[Stored data]

━━━━━━━━━━━━━━━━

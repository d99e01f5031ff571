package raster

import (
	"errors"
	"fmt"
	"math"
	"os"
	"path/filepath"
	"slices"
	"strings"
	"testing"

	"github.com/airbusgeo/godal"
)

func readReference(t *testing.T, path string, g Grid) []uint8 {
	t.Helper()
	r, err := OpenReference(path, g)
	if err != nil {
		t.Fatal(err)
	}
	defer r.Close()
	got := make([]uint8, g.Width*g.Height)
	// Read in two windows, as workers do.
	h := g.Height / 2
	buf := make([]uint8, g.Width*g.Height)
	for _, win := range [][2]int{{0, h}, {h, g.Height}} {
		y, rows := win[0], win[1]-win[0]
		if err := r.Read(0, y, g.Width, rows, buf); err != nil {
			t.Fatal(err)
		}
		copy(got[y*g.Width:], buf[:g.Width*rows])
	}
	return got
}

func TestReferenceRaster(t *testing.T) {
	dir := t.TempDir()
	nan := math.NaN()
	tests := []struct {
		name   string
		dtype  godal.DataType
		nodata float64
		values []float64
		want   []uint8
	}{
		{"byte, nodata 255", godal.Byte, 255, []float64{0, 1, 2, 255}, []uint8{0, 1, 1, 255}},
		{"float, nodata -1", godal.Float32, -1, []float64{0, 0.5, nan, -1}, []uint8{0, 1, 255, 255}},
	}
	for _, tc := range tests {
		t.Run(tc.name, func(t *testing.T) {
			r := defaultRaster()
			r.w, r.h, r.bands, r.dtype, r.nodata = 4, 3, 1, tc.dtype, &tc.nodata
			r.values = func(x, y, _ int) float64 { return tc.values[(x+y)%4] }
			path := r.write(t, filepath.Join(dir, strings.Fields(tc.name)[0]+".tif"))
			g := testGrid(t, utm33, r.w, r.h, r.gt)
			got := readReference(t, path, g)
			for i, v := range got {
				if want := tc.want[(i%r.w+i/r.w)%4]; v != want {
					t.Fatalf("pixel %d = %d, want %d", i, v, want)
				}
			}
		})
	}
}

func TestReferenceErrors(t *testing.T) {
	dir := t.TempDir()
	other := defaultRaster()
	other.w = 10
	otherPath := other.write(t, filepath.Join(dir, "other.tif"))
	text := filepath.Join(dir, "notes.txt")
	os.WriteFile(text, []byte("not data\n"), 0o644)
	threeBands := defaultRaster().write(t, filepath.Join(dir, "three.tif"))
	points := filepath.Join(dir, "points.geojson")
	os.WriteFile(points, []byte(`{"type":"FeatureCollection","features":[{"type":"Feature","properties":{},"geometry":{"type":"Point","coordinates":[500100,4599900]}}]}`), 0o644)
	lines := filepath.Join(dir, "lines.geojson")
	os.WriteFile(lines, []byte(`{"type":"FeatureCollection","features":[{"type":"Feature","properties":{},"geometry":{"type":"LineString","coordinates":[[500100,4599900],[500200,4599800]]}}]}`), 0o644)
	g := testGrid(t, utm33, defaultRaster().w, defaultRaster().h, defaultRaster().gt)
	tests := []struct {
		name, path string
		is         error  // nil: any error
		says       string // part of the message
	}{
		{"raster on another grid", otherPath, ErrGridMismatch, "not on the grid"},
		{"missing", filepath.Join(dir, "missing.gpkg"), ErrNotFound, ""},
		{"neither raster nor vector", text, ErrNotRaster, ""},
		{"three bands", threeBands, nil, "has 3 bands"},
		{"points", points, nil, "holds points, not polygons"},
		{"lines", lines, nil, "holds lines, not polygons"},
	}
	for _, tc := range tests {
		_, err := OpenReference(tc.path, g)
		if err == nil || (tc.is != nil && !errors.Is(err, tc.is)) || !strings.Contains(err.Error(), tc.path) ||
			!strings.Contains(err.Error(), tc.says) || strings.Contains(err.Error(), "\n") {
			t.Errorf("%s: got %v, want one line wrapping %v naming %s and saying %q", tc.name, err, tc.is, tc.path, tc.says)
		}
	}
	r := defaultRaster()
	r.bands = 1
	path := r.write(t, filepath.Join(dir, "ref.tif"))
	ref, err := OpenReference(path, g)
	if err != nil {
		t.Fatal(err)
	}
	defer ref.Close()
	if err := ref.Read(r.w-1, 0, 2, 1, make([]uint8, 2)); err == nil {
		t.Errorf("a window past the grid's edge read without error")
	}
}

// TestReferenceGeoJSON4326 rasterises a polygon given in longitude and
// latitude onto a UTM 33N grid: a square of ground whose corners are pixel
// corners (columns 10-29, rows 5-24 of 40 x 30 pixels of 10 m), taken to
// EPSG:4326. Its edges, straight in longitude and latitude, stay within
// millimetres of the pixel edges, so pixel centres (5 m away) fall on the
// same side.
func TestReferenceGeoJSON4326(t *testing.T) {
	dir := t.TempDir()
	g := testGrid(t, utm33, 40, 30, [6]float64{499800, 10, 0, 4600200, 0, -10})
	const c0, c1, r0, r1 = 10, 30, 5, 25
	var xs, ys []float64
	for _, p := range [][2]int{{c0, r0}, {c1, r0}, {c1, r1}, {c0, r1}, {c0, r0}} {
		x, y := applyGT(g.GeoTransform, float64(p[0]), float64(p[1]))
		xs, ys = append(xs, x), append(ys, y)
	}
	reproject(t, utm33, 4326, xs, ys)
	var ring []string
	for i := range xs {
		ring = append(ring, fmt.Sprintf("[%.10f,%.10f]", xs[i], ys[i]))
	}
	geojson := `{"type":"FeatureCollection","features":[{"type":"Feature","properties":{},` +
		`"geometry":{"type":"Polygon","coordinates":[[` + strings.Join(ring, ",") + `]]}}]}`
	path := filepath.Join(dir, "changed.geojson")
	if err := os.WriteFile(path, []byte(geojson), 0o644); err != nil {
		t.Fatal(err)
	}
	got := readReference(t, path, g)
	var edges int
	for r := range g.Height {
		for c := range g.Width {
			want := uint8(0)
			if c >= c0 && c < c1 && r >= r0 && r < r1 {
				want = 1
			}
			onEdge := c == c0 || c == c1-1 || r == r0 || r == r1-1 || c == c0-1 || c == c1 || r == r0-1 || r == r1
			if v := got[r*g.Width+c]; v != want {
				if !onEdge {
					t.Fatalf("pixel (%d,%d) = %d, want %d", c, r, v, want)
				}
				edges++
			}
		}
	}
	if edges > 0 {
		t.Logf("%d edge pixels differ", edges)
	}
}

// TestReferenceFromPatches reads the GeoPackage that Patches wrote as a
// reference: it must give back the sieved change map, nodata aside (a
// vector reference knows no unknown pixels).
func TestReferenceFromPatches(t *testing.T) {
	dir := t.TempDir()
	s := newPatchScene(t, utm33)
	m := s.mask(t)
	if err := m.Sieve(4); err != nil {
		t.Fatal(err)
	}
	path := filepath.Join(dir, "changes.gpkg")
	if _, err := m.Patches(path, PatchOptions{Magnitude: s.writeMagnitude(t, filepath.Join(dir, "magnitude.tif")), Overwrite: false}); err != nil {
		t.Fatal(err)
	}
	want := s.sieved()
	for i, v := range want {
		if v == flagNoData {
			want[i] = flagNoChange
		}
	}
	// Each reader rasterises the polygons on its own; Close frees them.
	a, err := OpenReference(path, s.g)
	if err != nil {
		t.Fatal(err)
	}
	got := readReference(t, path, s.g)
	if !slices.Equal(got, want) {
		t.Errorf("reference differs from the sieved map at pixel %d", firstDiff(got, want))
	}
	if a.Close(); a.burned != nil {
		t.Errorf("the rasterised polygons are kept after Close")
	}
	if err := a.Read(0, 0, 1, 1, make([]uint8, 1)); err == nil {
		t.Errorf("a closed reference read without error")
	}
}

━━━━━━━━━━━━━━━━

● TASK OBJECTIVE: Write the data out again. Match it exactly.

● RESULT FOR THIS EXERCISE:
repository d99e01f5031ff571
package raster

import (
	"errors"
	"fmt"
	"math"
	"os"
	"path/filepath"
	"slices"
	"strings"
	"testing"

	"github.com/airbusgeo/godal"
)

func readReference(t *testing.T, path string, g Grid) []uint8 {
	t.Helper()
	r, err := OpenReference(path, g)
	if err != nil {
		t.Fatal(err)
	}
	defer r.Close()
	got := make([]uint8, g.Width*g.Height)
	// Read in two windows, as workers do.
	h := g.Height / 2
	buf := make([]uint8, g.Width*g.Height)
	for _, win := range [][2]int{{0, h}, {h, g.Height}} {
		y, rows := win[0], win[1]-win[0]
		if err := r.Read(0, y, g.Width, rows, buf); err != nil {
			t.Fatal(err)
		}
		copy(got[y*g.Width:], buf[:g.Width*rows])
	}
	return got
}

func TestReferenceRaster(t *testing.T) {
	dir := t.TempDir()
	nan := math.NaN()
	tests := []struct {
		name   string
		dtype  godal.DataType
		nodata float64
		values []float64
		want   []uint8
	}{
		{"byte, nodata 255", godal.Byte, 255, []float64{0, 1, 2, 255}, []uint8{0, 1, 1, 255}},
		{"float, nodata -1", godal.Float32, -1, []float64{0, 0.5, nan, -1}, []uint8{0, 1, 255, 255}},
	}
	for _, tc := range tests {
		t.Run(tc.name, func(t *testing.T) {
			r := defaultRaster()
			r.w, r.h, r.bands, r.dtype, r.nodata = 4, 3, 1, tc.dtype, &tc.nodata
			r.values = func(x, y, _ int) float64 { return tc.values[(x+y)%4] }
			path := r.write(t, filepath.Join(dir, strings.Fields(tc.name)[0]+".tif"))
			g := testGrid(t, utm33, r.w, r.h, r.gt)
			got := readReference(t, path, g)
			for i, v := range got {
				if want := tc.want[(i%r.w+i/r.w)%4]; v != want {
					t.Fatalf("pixel %d = %d, want %d", i, v, want)
				}
			}
		})
	}
}

func TestReferenceErrors(t *testing.T) {
	dir := t.TempDir()
	other := defaultRaster()
	other.w = 10
	otherPath := other.write(t, filepath.Join(dir, "other.tif"))
	text := filepath.Join(dir, "notes.txt")
	os.WriteFile(text, []byte("not data\n"), 0o644)
	threeBands := defaultRaster().write(t, filepath.Join(dir, "three.tif"))
	points := filepath.Join(dir, "points.geojson")
	os.WriteFile(points, []byte(`{"type":"FeatureCollection","features":[{"type":"Feature","properties":{},"geometry":{"type":"Point","coordinates":[500100,4599900]}}]}`), 0o644)
	lines := filepath.Join(dir, "lines.geojson")
	os.WriteFile(lines, []byte(`{"type":"FeatureCollection","features":[{"type":"Feature","properties":{},"geometry":{"type":"LineString","coordinates":[[500100,4599900],[500200,4599800]]}}]}`), 0o644)
	g := testGrid(t, utm33, defaultRaster().w, defaultRaster().h, defaultRaster().gt)
	tests := []struct {
		name, path string
		is         error  // nil: any error
		says       string // part of the message
	}{
		{"raster on another grid", otherPath, ErrGridMismatch, "not on the grid"},
		{"missing", filepath.Join(dir, "missing.gpkg"), ErrNotFound, ""},
		{"neither raster nor vector", text, ErrNotRaster, ""},
		{"three bands", threeBands, nil, "has 3 bands"},
		{"points", points, nil, "holds points, not polygons"},
		{"lines", lines, nil, "holds lines, not polygons"},
	}
	for _, tc := range tests {
		_, err := OpenReference(tc.path, g)
		if err == nil || (tc.is != nil && !errors.Is(err, tc.is)) || !strings.Contains(err.Error(), tc.path) ||
			!strings.Contains(err.Error(), tc.says) || strings.Contains(err.Error(), "\n") {
			t.Errorf("%s: got %v, want one line wrapping %v naming %s and saying %q", tc.name, err, tc.is, tc.path, tc.says)
		}
	}
	r := defaultRaster()
	r.bands = 1
	path := r.write(t, filepath.Join(dir, "ref.tif"))
	ref, err := OpenReference(path, g)
	if err != nil {
		t.Fatal(err)
	}
	defer ref.Close()
	if err := ref.Read(r.w-1, 0, 2, 1, make([]uint8, 2)); err == nil {
		t.Errorf("a window past the grid's edge read without error")
	}
}

// TestReferenceGeoJSON4326 rasterises a polygon given in longitude and
// latitude onto a UTM 33N grid: a square of ground whose corners are pixel
// corners (columns 10-29, rows 5-24 of 40 x 30 pixels of 10 m), taken to
// EPSG:4326. Its edges, straight in longitude and latitude, stay within
// millimetres of the pixel edges, so pixel centres (5 m away) fall on the
// same side.
func TestReferenceGeoJSON4326(t *testing.T) {
	dir := t.TempDir()
	g := testGrid(t, utm33, 40, 30, [6]float64{499800, 10, 0, 4600200, 0, -10})
	const c0, c1, r0, r1 = 10, 30, 5, 25
	var xs, ys []float64
	for _, p := range [][2]int{{c0, r0}, {c1, r0}, {c1, r1}, {c0, r1}, {c0, r0}} {
		x, y := applyGT(g.GeoTransform, float64(p[0]), float64(p[1]))
		xs, ys = append(xs, x), append(ys, y)
	}
	reproject(t, utm33, 4326, xs, ys)
	var ring []string
	for i := range xs {
		ring = append(ring, fmt.Sprintf("[%.10f,%.10f]", xs[i], ys[i]))
	}
	geojson := `{"type":"FeatureCollection","features":[{"type":"Feature","properties":{},` +
		`"geometry":{"type":"Polygon","coordinates":[[` + strings.Join(ring, ",") + `]]}}]}`
	path := filepath.Join(dir, "changed.geojson")
	if err := os.WriteFile(path, []byte(geojson), 0o644); err != nil {
		t.Fatal(err)
	}
	got := readReference(t, path, g)
	var edges int
	for r := range g.Height {
		for c := range g.Width {
			want := uint8(0)
			if c >= c0 && c < c1 && r >= r0 && r < r1 {
				want = 1
			}
			onEdge := c == c0 || c == c1-1 || r == r0 || r == r1-1 || c == c0-1 || c == c1 || r == r0-1 || r == r1
			if v := got[r*g.Width+c]; v != want {
				if !onEdge {
					t.Fatalf("pixel (%d,%d) = %d, want %d", c, r, v, want)
				}
				edges++
			}
		}
	}
	if edges > 0 {
		t.Logf("%d edge pixels differ", edges)
	}
}

// TestReferenceFromPatches reads the GeoPackage that Patches wrote as a
// reference: it must give back the sieved change map, nodata aside (a
// vector reference knows no unknown pixels).
func TestReferenceFromPatches(t *testing.T) {
	dir := t.TempDir()
	s := newPatchScene(t, utm33)
	m := s.mask(t)
	if err := m.Sieve(4); err != nil {
		t.Fatal(err)
	}
	path := filepath.Join(dir, "changes.gpkg")
	if _, err := m.Patches(path, PatchOptions{Magnitude: s.writeMagnitude(t, filepath.Join(dir, "magnitude.tif")), Overwrite: false}); err != nil {
		t.Fatal(err)
	}
	want := s.sieved()
	for i, v := range want {
		if v == flagNoData {
			want[i] = flagNoChange
		}
	}
	// Each reader rasterises the polygons on its own; Close frees them.
	a, err := OpenReference(path, s.g)
	if err != nil {
		t.Fatal(err)
	}
	got := readReference(t, path, s.g)
	if !slices.Equal(got, want) {
		t.Errorf("reference differs from the sieved map at pixel %d", firstDiff(got, want))
	}
	if a.Close(); a.burned != nil {
		t.Errorf("the rasterised polygons are kept after Close")
	}
	if err := a.Read(0, 0, 1, 1, make([]uint8, 1)); err == nil {
		t.Errorf("a closed reference read without error")
	}
}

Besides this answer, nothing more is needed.